Ballyhack Golf Club
3609 Pitzer Road, Roanoke, VA 24014Designed by Lester George · Est. 2009



Built on 370 acres of tumbling terrain in southwest Virginia, Ballyhack channels the spirit of a Scottish highland links through the Blue Ridge Mountains, with fairways as wide as 150 yards, gouged-out bunkers, and 50- to 70-foot elevation changes. Its slope rating of 155 from the back tees ranks among the highest in the United States.
History
Ballyhack Golf Club was born from an architect's reconnaissance mission in 2003, when Lester George came to Roanoke for a First Tee event and was taken by a friend to inspect a 370-acre parcel of land southeast of the city. George loved what he saw but the property was not for sale. The thought of the terrain stayed with him for years, and he spent the better part of the next decade assembling an investment group, purchasing the land, completing zoning approvals, and finally breaking ground in 2007. Ballyhack debuted in 2009, the product of a designer's decade-long pursuit of a piece of land that he believed deserved a great golf course.
George's design at Ballyhack draws on the same design vocabulary he employed at Kinloch Golf Club — wide landing areas, centered bunkers, shared fairways, and double greens — but applies those principles to terrain of even greater drama. The 190-acre routing incorporates the rugged topography of southwest Virginia's Appalachian foothills, with elevation changes, rocky outcroppings, and natural ground movement that give the course a Scottish highland character unusual in the American South. George described Ballyhack as Kinloch amplified: the same strategic principles on a bolder landscape.

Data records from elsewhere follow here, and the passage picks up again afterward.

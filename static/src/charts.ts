/**
 * Draws a chart of the document model as SVG. Used until the report's own SVG
 * renderer can be shared with the page; the same model, so the same picture
 * in substance: axes with round ticks, lines, steps, points or bars, markers.
 */
import type { Chart, ChartSeries } from "../../src/report/document.js";
import { svg } from "./dom.js";

const WIDTH = 640;
const HEIGHT = 340;
const MARGIN = { top: 16, right: 20, bottom: 52, left: 64 };
/** Ink colours with at least 4.5:1 contrast on white, distinct in hue and in dash. */
const INKS = ["#0b5b66", "#a1460a", "#5b3a9e", "#a3123d"];
const DASHES = ["", "6 4", "2 3", "10 3 2 3"];

function niceTicks(low: number, high: number, count = 5): number[] {
  if (!(high > low)) return [low];
  const raw = (high - low) / count;
  const power = 10 ** Math.floor(Math.log10(raw));
  const step = [1, 2, 2.5, 5, 10].map((m) => m * power).find((s) => s >= raw) ?? raw;
  const ticks: number[] = [];
  for (let t = Math.ceil(low / step) * step; t <= high + step * 1e-9; t += step) ticks.push(Number(t.toPrecision(12)));
  return ticks;
}

function extent(values: number[], fallback: [number, number]): [number, number] {
  const finite = values.filter(Number.isFinite);
  if (finite.length === 0) return fallback;
  let lo = Math.min(...finite);
  let hi = Math.max(...finite);
  if (lo === hi) {
    lo -= 1;
    hi += 1;
  }
  return [lo, hi];
}

const tickLabel = (t: number): string => (Math.abs(t) >= 1e5 || (t !== 0 && Math.abs(t) < 1e-3) ? t.toExponential(1) : String(Number(t.toPrecision(6))));

export function chartElement(chart: Chart): SVGSVGElement {
  const bars = chart.series.some((s) => s.style === "bars");
  const xs = chart.series.flatMap((s) => s.points.map((p) => p[0])).concat((chart.markers ?? []).filter((m) => m.axis === "x").map((m) => m.value));
  const ys = chart.series.flatMap((s) => s.points.map((p) => p[1])).concat((chart.markers ?? []).filter((m) => m.axis === "y").map((m) => m.value));
  let [x0, x1] = chart.xDomain ?? extent(xs, [0, 1]);
  const [y0raw, y1] = chart.yDomain ?? extent(ys.concat(bars ? [0] : []), [0, 1]);
  const y0 = y0raw;
  if (bars && !chart.xDomain) {
    x0 -= 0.5;
    x1 += 0.5;
  }
  const plotW = WIDTH - MARGIN.left - MARGIN.right;
  const plotH = HEIGHT - MARGIN.top - MARGIN.bottom;
  const sx = (x: number): number => MARGIN.left + ((x - x0) / (x1 - x0)) * plotW;
  const sy = (y: number): number => MARGIN.top + plotH - ((y - y0) / (y1 - y0)) * plotH;
  const titleId = `chart-${chart.id}-title`;
  const root = svg("svg", { viewBox: `0 0 ${WIDTH} ${HEIGHT}`, role: "img", "aria-labelledby": titleId, class: "chart" }, svg("title", { id: titleId }, chart.title));
  const axes = svg("g", { class: "axes", "font-size": 12, fill: "#333" });
  const yTicks = niceTicks(y0, y1);
  for (const t of yTicks) {
    axes.append(svg("line", { x1: MARGIN.left, x2: WIDTH - MARGIN.right, y1: sy(t), y2: sy(t), stroke: "#e3e6ea" }));
    axes.append(svg("text", { x: MARGIN.left - 8, y: sy(t) + 4, "text-anchor": "end" }, tickLabel(t)));
  }
  const xTicks = bars && chart.categories ? chart.categories.map((_, i) => i) : niceTicks(x0, x1, 6);
  for (const t of xTicks) {
    if (t < x0 || t > x1) continue;
    axes.append(svg("line", { x1: sx(t), x2: sx(t), y1: MARGIN.top + plotH, y2: MARGIN.top + plotH + 5, stroke: "#555" }));
    axes.append(svg("text", { x: sx(t), y: MARGIN.top + plotH + 19, "text-anchor": "middle" }, bars && chart.categories ? chart.categories[t] ?? String(t) : tickLabel(t)));
  }
  axes.append(svg("line", { x1: MARGIN.left, x2: WIDTH - MARGIN.right, y1: MARGIN.top + plotH, y2: MARGIN.top + plotH, stroke: "#555" }));
  axes.append(svg("line", { x1: MARGIN.left, x2: MARGIN.left, y1: MARGIN.top, y2: MARGIN.top + plotH, stroke: "#555" }));
  axes.append(svg("text", { x: MARGIN.left + plotW / 2, y: HEIGHT - 10, "text-anchor": "middle" }, chart.xLabel));
  axes.append(svg("text", { x: 14, y: MARGIN.top + plotH / 2, "text-anchor": "middle", transform: `rotate(-90 14 ${MARGIN.top + plotH / 2})` }, chart.yLabel));
  root.append(axes);
  const barSeries = chart.series.filter((s) => s.style === "bars");
  chart.series.forEach((series, i) => root.append(drawSeries(series, i, sx, sy, y0, barSeries.indexOf(series), barSeries.length, plotW / Math.max(1, x1 - x0))));
  for (const marker of chart.markers ?? []) {
    const g = svg("g", { class: "marker", "font-size": 11, fill: "#333" });
    if (marker.axis === "x") {
      g.append(svg("line", { x1: sx(marker.value), x2: sx(marker.value), y1: MARGIN.top, y2: MARGIN.top + plotH, stroke: "#333", "stroke-dasharray": "3 3" }));
      g.append(svg("text", { x: sx(marker.value) + 4, y: MARGIN.top + 12 }, marker.label));
    } else {
      g.append(svg("line", { x1: MARGIN.left, x2: WIDTH - MARGIN.right, y1: sy(marker.value), y2: sy(marker.value), stroke: "#333", "stroke-dasharray": "3 3" }));
      g.append(svg("text", { x: WIDTH - MARGIN.right - 4, y: sy(marker.value) - 5, "text-anchor": "end" }, marker.label));
    }
    root.append(g);
  }
  if (chart.series.length > 1) {
    const legend = svg("g", { class: "legend", "font-size": 12, fill: "#222" });
    chart.series.forEach((s, i) => {
      const y = MARGIN.top + 8 + i * 16;
      legend.append(svg("line", { x1: MARGIN.left + 10, x2: MARGIN.left + 34, y1: y, y2: y, stroke: INKS[i % INKS.length]!, "stroke-width": 3, "stroke-dasharray": DASHES[i % DASHES.length]! }));
      legend.append(svg("text", { x: MARGIN.left + 40, y: y + 4 }, s.name));
    });
    root.append(legend);
  }
  return root;
}

function drawSeries(series: ChartSeries, index: number, sx: (x: number) => number, sy: (y: number) => number, y0: number, barIndex: number, barCount: number, unit: number): SVGGElement {
  const ink = INKS[index % INKS.length]!;
  const g = svg("g", { class: "series" }, svg("title", {}, series.name));
  const points = series.points.filter(([x, y]) => Number.isFinite(x) && Number.isFinite(y));
  switch (series.style) {
    case "bars": {
      const width = (unit * 0.8) / Math.max(1, barCount);
      for (const [x, y] of points) {
        const left = sx(x) - (unit * 0.8) / 2 + barIndex * width;
        g.append(svg("rect", { x: left, y: Math.min(sy(y), sy(y0)), width: Math.max(1, width - 2), height: Math.abs(sy(y0) - sy(y)), fill: ink }));
      }
      break;
    }
    case "points":
      for (const [x, y] of points) g.append(svg("circle", { cx: sx(x), cy: sy(y), r: 3.5, fill: ink }));
      break;
    default: {
      const step = series.style === "step";
      const d = points.map(([x, y], i) => {
        if (i === 0) return `M${sx(x).toFixed(1)},${sy(y).toFixed(1)}`;
        return step ? `H${sx(x).toFixed(1)}V${sy(y).toFixed(1)}` : `L${sx(x).toFixed(1)},${sy(y).toFixed(1)}`;
      }).join("");
      g.append(svg("path", { d, fill: "none", stroke: ink, "stroke-width": 2.5, "stroke-dasharray": DASHES[index % DASHES.length]! }));
    }
  }
  return g;
}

The template hole influences visible throughout the course reflect George's deep study of the Golden Age. Redan greens, Road Hole concepts, and Cape-style tee shots appear throughout the routing, applied to Virginia terrain rather than imported wholesale from Scottish originals. The result is a course that feels rooted in the place while honoring the architectural traditions George admires. Ballyhack became part of the Dormie Network, the collection of golf-focused private clubs that operates on a model of accessible national membership, allowing golfers to play each club in the network when traveling. This affiliation brought Ballyhack national attention and positioned the Roanoke course alongside celebrated Dormie properties in Oregon, North Carolina, and Wisconsin as destinations for serious golfers.
A par-3 short course named the Goat Trak was added in 2020, designed by George and Bill Kubly with routing assistance from a herd of African Boer goats — whose name was adopted as the course's. The Goat Trak uses 8 greens (including one double green) on 7.5 acres, with no designated tee boxes, allowing players to create their own holes from any angle of approach. GOLF Magazine named it one of the world's best 25 par-3 courses in 2020. The combination of Ballyhack's championship course and the Goat Trak's playful creativity gives the club a depth of golfing experience that rewards repeated visits.